[[ Records for processing, beginning ]]
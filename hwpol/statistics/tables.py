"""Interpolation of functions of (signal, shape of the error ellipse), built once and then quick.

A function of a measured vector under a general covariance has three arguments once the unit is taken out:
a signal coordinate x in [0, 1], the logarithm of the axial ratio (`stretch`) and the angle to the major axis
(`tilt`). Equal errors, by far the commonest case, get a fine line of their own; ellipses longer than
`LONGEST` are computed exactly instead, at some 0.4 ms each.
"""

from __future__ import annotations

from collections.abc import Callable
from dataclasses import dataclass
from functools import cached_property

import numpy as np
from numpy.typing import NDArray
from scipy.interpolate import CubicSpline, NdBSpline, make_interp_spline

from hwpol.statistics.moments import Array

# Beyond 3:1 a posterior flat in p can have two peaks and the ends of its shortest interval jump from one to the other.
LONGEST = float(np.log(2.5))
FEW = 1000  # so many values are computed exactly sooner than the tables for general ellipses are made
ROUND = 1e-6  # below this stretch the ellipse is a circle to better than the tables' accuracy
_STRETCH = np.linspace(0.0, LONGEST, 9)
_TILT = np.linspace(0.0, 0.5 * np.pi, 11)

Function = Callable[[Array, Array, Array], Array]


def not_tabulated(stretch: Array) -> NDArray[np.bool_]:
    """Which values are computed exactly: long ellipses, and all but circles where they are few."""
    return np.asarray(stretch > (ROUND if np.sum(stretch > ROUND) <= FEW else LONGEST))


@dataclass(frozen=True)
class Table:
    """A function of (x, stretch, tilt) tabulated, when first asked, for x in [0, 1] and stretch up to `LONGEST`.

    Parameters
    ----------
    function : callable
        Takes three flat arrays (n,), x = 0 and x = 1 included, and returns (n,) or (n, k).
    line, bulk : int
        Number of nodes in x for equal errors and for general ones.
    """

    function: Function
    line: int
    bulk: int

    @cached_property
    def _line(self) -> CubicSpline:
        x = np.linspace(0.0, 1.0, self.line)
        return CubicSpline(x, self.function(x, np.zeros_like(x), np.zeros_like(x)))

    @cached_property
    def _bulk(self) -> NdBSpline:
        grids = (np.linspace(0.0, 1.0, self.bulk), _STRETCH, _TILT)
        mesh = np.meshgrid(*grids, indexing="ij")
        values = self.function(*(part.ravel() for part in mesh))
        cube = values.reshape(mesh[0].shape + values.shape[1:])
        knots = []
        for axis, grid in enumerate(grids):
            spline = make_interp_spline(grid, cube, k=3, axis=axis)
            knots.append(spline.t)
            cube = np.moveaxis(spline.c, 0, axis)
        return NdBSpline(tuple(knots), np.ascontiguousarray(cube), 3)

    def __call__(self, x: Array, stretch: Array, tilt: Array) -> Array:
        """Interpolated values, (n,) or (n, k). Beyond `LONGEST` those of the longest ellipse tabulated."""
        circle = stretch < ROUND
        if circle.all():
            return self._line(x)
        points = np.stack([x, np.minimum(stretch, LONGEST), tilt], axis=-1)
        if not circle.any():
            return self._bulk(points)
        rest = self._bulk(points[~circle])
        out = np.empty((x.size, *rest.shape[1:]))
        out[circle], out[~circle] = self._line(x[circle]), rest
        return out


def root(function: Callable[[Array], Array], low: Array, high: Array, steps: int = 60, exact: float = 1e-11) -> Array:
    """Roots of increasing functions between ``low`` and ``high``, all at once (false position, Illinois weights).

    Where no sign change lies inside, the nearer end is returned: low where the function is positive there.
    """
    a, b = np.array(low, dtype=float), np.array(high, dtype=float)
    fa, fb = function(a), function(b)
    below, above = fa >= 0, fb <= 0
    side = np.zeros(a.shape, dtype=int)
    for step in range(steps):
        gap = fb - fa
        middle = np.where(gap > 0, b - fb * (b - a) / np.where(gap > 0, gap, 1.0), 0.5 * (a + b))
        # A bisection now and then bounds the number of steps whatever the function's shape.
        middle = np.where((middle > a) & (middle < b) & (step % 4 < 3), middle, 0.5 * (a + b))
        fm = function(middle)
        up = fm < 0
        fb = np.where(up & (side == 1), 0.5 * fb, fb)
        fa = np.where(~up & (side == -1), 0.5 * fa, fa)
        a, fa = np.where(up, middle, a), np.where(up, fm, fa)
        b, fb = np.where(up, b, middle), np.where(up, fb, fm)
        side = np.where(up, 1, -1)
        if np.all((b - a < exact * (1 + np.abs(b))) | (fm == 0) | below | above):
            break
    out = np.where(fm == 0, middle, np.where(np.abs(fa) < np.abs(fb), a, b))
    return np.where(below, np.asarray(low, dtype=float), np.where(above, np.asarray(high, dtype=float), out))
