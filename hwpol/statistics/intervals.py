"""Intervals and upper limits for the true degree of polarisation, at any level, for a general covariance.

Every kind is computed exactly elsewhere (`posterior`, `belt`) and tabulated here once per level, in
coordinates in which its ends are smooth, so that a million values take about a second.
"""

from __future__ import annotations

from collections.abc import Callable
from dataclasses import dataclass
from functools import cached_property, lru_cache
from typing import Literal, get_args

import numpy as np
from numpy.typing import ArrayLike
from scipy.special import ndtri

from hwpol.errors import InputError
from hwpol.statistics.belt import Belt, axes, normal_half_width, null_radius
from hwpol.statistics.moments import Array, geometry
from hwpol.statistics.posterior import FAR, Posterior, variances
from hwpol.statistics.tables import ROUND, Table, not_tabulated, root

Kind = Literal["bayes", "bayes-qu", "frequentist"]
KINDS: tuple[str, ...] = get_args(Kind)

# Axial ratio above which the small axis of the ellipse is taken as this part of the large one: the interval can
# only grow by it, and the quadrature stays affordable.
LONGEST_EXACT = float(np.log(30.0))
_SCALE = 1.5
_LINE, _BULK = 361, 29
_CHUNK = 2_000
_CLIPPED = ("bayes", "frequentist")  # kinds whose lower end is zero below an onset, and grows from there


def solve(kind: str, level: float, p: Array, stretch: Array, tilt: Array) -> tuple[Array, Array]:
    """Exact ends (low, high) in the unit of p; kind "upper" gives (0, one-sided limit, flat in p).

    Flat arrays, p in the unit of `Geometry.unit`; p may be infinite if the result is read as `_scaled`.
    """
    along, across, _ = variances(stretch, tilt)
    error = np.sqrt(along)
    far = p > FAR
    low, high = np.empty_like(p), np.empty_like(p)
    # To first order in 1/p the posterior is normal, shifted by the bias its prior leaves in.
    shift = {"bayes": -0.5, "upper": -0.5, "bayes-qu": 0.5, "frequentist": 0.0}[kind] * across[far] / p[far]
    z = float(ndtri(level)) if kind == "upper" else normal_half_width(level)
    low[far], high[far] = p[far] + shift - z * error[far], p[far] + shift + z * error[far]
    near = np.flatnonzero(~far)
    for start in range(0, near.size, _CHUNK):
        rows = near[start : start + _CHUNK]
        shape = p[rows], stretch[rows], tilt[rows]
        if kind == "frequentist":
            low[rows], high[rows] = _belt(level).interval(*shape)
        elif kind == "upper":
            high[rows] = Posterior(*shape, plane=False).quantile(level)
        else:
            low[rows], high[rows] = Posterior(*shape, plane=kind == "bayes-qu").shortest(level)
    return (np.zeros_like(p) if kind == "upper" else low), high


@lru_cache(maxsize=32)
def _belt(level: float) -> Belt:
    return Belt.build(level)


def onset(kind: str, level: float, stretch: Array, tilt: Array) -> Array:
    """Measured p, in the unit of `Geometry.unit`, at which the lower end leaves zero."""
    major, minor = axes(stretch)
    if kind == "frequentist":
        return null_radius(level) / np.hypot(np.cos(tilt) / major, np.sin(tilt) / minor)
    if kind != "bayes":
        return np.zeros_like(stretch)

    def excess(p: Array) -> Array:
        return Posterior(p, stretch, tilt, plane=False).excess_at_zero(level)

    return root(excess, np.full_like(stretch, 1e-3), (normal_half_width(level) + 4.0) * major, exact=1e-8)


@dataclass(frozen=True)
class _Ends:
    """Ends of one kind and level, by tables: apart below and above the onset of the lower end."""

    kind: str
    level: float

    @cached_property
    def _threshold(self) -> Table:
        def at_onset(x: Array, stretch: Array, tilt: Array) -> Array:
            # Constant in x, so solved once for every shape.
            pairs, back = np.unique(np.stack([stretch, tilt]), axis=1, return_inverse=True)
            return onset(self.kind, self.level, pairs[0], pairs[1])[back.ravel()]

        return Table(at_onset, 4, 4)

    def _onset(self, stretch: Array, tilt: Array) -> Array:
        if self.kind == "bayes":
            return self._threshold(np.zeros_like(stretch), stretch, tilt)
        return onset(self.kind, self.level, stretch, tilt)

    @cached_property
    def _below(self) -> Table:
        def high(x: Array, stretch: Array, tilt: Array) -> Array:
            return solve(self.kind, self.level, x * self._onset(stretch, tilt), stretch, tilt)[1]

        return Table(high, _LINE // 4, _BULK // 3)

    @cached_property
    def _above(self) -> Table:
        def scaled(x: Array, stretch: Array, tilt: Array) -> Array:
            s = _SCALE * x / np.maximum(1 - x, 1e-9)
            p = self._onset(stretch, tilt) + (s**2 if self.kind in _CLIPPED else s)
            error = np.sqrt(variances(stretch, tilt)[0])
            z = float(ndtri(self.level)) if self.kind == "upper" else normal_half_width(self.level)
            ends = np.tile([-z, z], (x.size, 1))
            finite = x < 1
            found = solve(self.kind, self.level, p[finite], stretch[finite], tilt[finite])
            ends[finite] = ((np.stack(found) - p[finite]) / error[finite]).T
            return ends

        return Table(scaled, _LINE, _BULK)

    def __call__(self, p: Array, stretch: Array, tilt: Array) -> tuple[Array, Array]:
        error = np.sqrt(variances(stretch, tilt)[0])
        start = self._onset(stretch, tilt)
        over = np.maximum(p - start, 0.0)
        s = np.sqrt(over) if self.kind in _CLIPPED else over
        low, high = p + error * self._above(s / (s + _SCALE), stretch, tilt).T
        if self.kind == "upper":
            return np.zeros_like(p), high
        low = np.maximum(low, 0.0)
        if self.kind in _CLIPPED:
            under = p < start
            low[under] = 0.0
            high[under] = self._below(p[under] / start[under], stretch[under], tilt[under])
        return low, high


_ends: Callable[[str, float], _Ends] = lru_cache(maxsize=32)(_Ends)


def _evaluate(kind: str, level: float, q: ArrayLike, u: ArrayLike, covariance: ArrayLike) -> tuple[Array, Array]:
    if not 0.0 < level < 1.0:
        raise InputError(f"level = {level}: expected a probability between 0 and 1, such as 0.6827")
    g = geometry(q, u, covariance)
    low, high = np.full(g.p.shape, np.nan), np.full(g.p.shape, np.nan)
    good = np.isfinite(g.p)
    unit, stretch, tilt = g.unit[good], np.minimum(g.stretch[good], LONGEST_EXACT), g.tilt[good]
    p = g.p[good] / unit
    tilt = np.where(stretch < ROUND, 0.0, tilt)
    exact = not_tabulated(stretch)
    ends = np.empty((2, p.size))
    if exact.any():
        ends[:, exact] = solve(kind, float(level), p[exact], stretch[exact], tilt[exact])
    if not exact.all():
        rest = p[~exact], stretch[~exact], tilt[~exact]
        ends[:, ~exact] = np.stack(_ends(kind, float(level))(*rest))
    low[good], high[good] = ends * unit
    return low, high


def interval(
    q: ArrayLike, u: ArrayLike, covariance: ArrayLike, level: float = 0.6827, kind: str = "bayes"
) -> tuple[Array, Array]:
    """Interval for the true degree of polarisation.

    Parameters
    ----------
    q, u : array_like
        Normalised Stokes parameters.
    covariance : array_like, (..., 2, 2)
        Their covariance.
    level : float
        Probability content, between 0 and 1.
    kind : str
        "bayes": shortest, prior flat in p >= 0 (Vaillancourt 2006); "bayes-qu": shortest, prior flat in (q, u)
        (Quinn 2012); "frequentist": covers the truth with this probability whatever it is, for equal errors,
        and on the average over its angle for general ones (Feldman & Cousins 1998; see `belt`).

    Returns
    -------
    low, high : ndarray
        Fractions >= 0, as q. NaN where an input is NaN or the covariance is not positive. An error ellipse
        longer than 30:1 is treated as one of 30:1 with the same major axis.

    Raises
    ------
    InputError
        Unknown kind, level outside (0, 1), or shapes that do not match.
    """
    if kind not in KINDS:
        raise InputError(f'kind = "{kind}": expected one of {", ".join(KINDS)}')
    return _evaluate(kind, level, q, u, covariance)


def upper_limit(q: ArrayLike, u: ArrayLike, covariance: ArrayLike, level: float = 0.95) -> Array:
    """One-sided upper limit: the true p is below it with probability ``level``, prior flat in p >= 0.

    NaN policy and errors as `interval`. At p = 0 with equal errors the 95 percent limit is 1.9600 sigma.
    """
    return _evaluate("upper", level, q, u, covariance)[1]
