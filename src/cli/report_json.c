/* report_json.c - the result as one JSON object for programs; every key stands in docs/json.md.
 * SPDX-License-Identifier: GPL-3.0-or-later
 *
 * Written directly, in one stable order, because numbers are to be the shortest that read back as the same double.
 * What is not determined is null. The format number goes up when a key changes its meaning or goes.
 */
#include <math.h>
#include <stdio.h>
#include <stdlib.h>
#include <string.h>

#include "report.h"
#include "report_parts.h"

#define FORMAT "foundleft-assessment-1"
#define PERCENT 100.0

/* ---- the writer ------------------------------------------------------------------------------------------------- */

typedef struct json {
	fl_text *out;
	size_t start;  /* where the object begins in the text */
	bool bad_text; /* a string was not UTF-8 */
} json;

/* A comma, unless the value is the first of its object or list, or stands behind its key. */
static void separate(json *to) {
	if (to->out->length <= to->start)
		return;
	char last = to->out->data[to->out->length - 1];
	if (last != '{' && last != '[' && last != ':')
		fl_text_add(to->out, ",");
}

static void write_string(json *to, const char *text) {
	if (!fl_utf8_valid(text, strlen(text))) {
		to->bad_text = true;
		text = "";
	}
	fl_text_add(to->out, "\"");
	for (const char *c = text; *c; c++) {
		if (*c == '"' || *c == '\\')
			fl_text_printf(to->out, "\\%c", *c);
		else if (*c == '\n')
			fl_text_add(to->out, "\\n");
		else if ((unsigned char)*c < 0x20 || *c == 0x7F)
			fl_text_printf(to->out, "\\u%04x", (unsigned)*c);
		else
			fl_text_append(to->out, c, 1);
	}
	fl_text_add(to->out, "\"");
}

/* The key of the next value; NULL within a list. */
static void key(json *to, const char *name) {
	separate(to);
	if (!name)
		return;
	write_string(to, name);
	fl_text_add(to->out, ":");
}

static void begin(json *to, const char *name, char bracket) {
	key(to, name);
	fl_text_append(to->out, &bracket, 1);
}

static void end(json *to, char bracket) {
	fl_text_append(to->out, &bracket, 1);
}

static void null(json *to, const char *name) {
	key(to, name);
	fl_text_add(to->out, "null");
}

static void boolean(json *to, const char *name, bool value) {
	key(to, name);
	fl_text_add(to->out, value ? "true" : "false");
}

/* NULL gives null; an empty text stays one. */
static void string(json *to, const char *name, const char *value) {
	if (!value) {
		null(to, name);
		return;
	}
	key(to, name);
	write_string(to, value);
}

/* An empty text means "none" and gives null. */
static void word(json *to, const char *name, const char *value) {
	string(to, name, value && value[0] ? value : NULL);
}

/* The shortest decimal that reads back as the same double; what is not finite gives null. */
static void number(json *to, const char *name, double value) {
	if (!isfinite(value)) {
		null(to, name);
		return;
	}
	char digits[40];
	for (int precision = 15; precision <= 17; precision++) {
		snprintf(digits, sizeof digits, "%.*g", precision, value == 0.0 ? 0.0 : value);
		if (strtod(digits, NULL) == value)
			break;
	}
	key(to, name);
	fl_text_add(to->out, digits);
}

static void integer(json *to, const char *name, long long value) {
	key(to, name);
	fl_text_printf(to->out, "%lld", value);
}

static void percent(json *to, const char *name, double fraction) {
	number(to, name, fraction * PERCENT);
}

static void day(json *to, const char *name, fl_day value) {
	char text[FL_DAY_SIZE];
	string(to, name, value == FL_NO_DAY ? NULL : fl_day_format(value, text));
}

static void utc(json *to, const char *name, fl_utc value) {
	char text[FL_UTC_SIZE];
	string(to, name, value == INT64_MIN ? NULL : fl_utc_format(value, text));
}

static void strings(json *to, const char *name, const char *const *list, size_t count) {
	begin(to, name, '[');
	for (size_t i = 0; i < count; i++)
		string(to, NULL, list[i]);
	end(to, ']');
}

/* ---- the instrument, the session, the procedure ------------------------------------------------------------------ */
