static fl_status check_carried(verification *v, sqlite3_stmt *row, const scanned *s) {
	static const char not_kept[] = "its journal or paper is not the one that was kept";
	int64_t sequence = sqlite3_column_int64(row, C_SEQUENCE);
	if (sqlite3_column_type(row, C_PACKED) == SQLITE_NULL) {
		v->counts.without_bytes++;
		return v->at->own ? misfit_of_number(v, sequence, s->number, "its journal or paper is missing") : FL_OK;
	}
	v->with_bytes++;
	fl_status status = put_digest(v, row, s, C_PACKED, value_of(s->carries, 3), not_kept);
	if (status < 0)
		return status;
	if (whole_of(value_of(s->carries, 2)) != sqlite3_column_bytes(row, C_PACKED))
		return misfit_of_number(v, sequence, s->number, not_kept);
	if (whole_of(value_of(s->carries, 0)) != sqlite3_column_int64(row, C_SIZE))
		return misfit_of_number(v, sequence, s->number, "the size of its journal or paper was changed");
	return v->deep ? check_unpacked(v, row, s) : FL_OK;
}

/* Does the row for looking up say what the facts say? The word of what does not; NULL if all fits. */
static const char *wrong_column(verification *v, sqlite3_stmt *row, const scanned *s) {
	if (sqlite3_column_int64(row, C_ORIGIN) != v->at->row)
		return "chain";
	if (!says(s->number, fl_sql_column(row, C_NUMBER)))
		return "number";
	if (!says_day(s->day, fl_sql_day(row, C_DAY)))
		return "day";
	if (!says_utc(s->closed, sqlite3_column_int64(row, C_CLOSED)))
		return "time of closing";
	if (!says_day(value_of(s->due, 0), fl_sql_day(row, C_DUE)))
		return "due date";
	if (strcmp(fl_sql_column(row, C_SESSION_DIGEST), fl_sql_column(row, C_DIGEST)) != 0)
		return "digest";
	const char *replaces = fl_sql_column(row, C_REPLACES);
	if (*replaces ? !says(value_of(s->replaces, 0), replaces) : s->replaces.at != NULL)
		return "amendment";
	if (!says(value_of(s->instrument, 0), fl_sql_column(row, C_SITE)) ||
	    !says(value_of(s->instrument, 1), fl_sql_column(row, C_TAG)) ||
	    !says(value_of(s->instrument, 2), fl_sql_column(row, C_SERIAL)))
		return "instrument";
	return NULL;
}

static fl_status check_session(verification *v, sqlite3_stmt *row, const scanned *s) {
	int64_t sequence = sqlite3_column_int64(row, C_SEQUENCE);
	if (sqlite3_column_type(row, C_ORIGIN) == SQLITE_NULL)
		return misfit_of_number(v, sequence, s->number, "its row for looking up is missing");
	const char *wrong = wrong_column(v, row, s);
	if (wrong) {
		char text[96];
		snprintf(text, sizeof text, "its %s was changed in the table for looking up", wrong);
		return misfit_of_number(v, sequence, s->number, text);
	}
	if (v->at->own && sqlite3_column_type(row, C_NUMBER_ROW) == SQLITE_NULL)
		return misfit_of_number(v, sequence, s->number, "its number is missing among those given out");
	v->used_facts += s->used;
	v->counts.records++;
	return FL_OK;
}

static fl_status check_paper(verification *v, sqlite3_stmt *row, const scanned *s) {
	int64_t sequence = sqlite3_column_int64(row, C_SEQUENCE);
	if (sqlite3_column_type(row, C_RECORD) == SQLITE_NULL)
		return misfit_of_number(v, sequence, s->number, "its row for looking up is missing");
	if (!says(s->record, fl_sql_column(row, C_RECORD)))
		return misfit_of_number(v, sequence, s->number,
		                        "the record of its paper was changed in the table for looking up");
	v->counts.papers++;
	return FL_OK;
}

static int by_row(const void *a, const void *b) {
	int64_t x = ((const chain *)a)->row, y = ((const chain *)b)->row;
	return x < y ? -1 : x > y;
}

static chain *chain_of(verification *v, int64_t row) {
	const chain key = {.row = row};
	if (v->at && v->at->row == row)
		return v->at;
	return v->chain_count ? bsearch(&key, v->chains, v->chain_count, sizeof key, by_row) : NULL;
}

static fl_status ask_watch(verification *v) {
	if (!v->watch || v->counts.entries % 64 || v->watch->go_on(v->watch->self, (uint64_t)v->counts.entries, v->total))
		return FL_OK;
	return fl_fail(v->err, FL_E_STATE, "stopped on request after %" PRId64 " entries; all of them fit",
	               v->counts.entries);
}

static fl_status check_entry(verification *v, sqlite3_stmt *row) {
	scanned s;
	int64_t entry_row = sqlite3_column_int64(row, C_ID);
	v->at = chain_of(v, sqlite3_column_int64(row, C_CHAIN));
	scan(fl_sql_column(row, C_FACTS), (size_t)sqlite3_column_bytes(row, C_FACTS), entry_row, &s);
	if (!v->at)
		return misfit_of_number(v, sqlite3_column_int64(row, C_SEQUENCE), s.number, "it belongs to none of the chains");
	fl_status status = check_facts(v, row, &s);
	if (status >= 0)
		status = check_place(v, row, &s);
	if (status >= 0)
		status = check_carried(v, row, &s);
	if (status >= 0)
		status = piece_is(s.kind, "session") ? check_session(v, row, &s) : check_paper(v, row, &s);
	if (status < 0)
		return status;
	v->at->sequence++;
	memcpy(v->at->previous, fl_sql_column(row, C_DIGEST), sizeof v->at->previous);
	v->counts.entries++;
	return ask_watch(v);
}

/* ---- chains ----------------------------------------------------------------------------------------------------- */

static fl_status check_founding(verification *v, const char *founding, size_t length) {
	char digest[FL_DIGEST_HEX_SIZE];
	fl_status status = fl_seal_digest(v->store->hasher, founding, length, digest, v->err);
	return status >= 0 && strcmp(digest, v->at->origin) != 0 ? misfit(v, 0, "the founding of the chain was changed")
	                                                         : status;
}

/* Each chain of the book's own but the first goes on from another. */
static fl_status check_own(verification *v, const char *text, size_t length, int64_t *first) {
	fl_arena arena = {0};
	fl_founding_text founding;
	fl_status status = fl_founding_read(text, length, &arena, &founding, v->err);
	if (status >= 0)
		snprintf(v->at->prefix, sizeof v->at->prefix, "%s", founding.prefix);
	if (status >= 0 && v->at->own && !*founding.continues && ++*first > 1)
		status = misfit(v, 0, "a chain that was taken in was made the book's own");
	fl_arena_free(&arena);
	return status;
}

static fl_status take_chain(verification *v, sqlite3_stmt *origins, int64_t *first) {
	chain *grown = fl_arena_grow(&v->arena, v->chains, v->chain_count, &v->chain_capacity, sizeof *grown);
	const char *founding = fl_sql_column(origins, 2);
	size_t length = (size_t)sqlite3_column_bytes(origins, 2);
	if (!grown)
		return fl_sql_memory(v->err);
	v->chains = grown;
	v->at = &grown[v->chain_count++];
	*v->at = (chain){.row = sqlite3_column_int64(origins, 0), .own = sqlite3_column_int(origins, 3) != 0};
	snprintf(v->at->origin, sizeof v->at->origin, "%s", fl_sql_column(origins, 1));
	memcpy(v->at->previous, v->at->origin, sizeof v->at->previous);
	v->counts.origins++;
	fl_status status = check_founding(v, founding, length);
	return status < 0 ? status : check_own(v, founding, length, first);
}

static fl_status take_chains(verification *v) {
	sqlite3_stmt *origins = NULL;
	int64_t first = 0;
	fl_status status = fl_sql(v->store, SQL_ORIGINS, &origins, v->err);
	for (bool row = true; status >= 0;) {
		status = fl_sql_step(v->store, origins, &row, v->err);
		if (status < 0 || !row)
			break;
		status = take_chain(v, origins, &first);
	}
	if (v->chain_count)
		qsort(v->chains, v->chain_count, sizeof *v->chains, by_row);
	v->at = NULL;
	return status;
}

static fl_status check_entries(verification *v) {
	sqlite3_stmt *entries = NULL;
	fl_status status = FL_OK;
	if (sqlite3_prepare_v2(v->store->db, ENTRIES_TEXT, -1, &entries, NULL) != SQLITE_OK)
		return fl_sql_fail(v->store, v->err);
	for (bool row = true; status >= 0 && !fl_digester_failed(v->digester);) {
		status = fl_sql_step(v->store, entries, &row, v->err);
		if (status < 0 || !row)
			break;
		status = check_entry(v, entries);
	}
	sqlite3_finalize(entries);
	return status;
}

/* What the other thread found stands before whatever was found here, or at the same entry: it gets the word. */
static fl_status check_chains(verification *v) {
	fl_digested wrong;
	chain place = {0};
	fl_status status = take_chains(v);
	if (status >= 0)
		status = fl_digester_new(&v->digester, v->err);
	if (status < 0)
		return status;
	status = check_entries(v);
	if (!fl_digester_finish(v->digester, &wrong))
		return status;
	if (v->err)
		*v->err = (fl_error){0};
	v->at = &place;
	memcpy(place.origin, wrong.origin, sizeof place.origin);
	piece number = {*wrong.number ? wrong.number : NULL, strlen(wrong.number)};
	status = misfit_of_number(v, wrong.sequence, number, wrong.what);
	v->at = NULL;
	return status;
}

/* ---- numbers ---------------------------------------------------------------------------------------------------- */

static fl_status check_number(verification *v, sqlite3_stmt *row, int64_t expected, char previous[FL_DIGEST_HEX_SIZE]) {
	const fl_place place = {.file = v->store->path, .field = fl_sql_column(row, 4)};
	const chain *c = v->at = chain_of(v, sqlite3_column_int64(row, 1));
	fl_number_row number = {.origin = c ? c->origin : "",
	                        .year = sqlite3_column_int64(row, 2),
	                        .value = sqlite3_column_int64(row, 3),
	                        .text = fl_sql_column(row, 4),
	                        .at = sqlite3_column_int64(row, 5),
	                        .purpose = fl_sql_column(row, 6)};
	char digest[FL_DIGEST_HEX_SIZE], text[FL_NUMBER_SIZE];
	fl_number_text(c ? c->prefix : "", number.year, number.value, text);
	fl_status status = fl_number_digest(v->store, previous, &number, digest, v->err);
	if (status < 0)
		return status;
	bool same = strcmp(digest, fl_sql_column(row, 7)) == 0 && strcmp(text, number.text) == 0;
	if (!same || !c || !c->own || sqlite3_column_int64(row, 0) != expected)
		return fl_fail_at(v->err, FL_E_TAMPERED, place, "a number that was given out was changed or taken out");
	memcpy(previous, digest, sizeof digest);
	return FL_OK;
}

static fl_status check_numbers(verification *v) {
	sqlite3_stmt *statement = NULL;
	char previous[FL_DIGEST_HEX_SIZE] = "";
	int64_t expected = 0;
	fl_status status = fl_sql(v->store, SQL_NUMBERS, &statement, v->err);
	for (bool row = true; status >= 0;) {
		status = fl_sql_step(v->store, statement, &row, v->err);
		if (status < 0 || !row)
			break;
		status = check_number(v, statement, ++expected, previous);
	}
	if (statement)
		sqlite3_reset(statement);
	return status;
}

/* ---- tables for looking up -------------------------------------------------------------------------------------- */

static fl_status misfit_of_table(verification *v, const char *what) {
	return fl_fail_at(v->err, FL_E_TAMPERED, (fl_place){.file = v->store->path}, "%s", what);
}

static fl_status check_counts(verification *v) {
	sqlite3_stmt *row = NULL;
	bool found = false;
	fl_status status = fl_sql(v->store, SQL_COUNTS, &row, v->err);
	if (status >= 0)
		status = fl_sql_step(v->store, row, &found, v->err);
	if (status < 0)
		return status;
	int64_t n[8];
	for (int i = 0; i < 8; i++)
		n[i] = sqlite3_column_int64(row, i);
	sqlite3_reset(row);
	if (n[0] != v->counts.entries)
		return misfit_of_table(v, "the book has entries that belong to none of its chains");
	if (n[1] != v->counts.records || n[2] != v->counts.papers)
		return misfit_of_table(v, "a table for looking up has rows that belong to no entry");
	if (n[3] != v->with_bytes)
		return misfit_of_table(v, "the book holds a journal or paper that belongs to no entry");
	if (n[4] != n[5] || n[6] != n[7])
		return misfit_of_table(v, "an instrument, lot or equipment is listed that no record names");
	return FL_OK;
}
[[ Records for processing, end ]]
**What you are asked to do**: In the data above, start at the line that has "from hwpol.statistics.belt import", stop after the line that has "from hwpol.statistics.posterior import", and print every line in between exactly as it stands.

**Output of the task**:
from hwpol.statistics.belt import Belt, axes, normal_half_width, null_radius
from hwpol.statistics.moments import Array, geometry
from hwpol.statistics.posterior import FAR, Posterior, variances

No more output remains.